(Information given begins)

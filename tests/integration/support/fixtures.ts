import bcrypt from 'bcryptjs';
import { Organisation, Site, User, Setting } from '../../../src/models';
import type { Role } from '../../../src/lib/permissions';

/** A minimal world: settings, the operator with one depot, one customer with one site. */
export async function baseWorld() {
  const setting = await Setting.create({
    operatorName: 'Test Pool', gs1CompanyPrefix: '9529999', gs1PrefixLength: 7, digitalLinkBase: 'http://localhost:4321',
    timeZone: 'Europe/Amsterdam', currency: 'EUR', taxRate: '0.2100', mailSender: 'pool@test.example',
  });
  const operator = await Organisation.create({ name: 'Test Pool', kind: 'operator', contactEmail: null });
  const customer = await Organisation.create({ name: 'Test Customer', kind: 'customer', contactEmail: 'c@test.example', freeDays: 14 });
  const depot = await Site.create({ organisationId: operator.id, code: 'DEP-T1', name: 'Test depot', kind: 'depot', address: null, latitude: '51.9', longitude: '4.4' });
  const depot2 = await Site.create({ organisationId: operator.id, code: 'DEP-T2', name: 'Second depot', kind: 'depot', address: null, latitude: '51.4', longitude: '6.7' });
  const customerSite = await Site.create({ organisationId: customer.id, code: 'CUS-T1', name: 'Customer site', kind: 'customer', address: null, latitude: '51.8', longitude: '4.6' });
  return { setting, operator, customer, depot, depot2, customerSite };
}

const HASH = bcrypt.hashSync('test-password', 4);
export async function makeUser(role: Role, organisationId: number, extra: Partial<{ email: string; homeSiteId: number; active: boolean }> = {}) {
  return User.create({
    email: extra.email ?? `${role}-${Math.random().toString(36).slice(2, 8)}@test.example`,
    name: `Test ${role}`,
    passwordHash: HASH,
    role,
    organisationId,
    homeSiteId: extra.homeSiteId ?? null,
    active: extra.active ?? true,
    lastSignInAt: null,
  });
}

(Information given ends)

### What is being asked:
Among the lines above, find those containing the word "customer" and copy each.

### Solution for this problem:
/** A minimal world: settings, the operator with one depot, one customer with one site. */
  const customer = await Organisation.create({ name: 'Test Customer', kind: 'customer', contactEmail: 'c@test.example', freeDays: 14 });
  const customerSite = await Site.create({ organisationId: customer.id, code: 'CUS-T1', name: 'Customer site', kind: 'customer', address: null, latitude: '51.8', longitude: '4.6' });
  return { setting, operator, customer, depot, depot2, customerSite };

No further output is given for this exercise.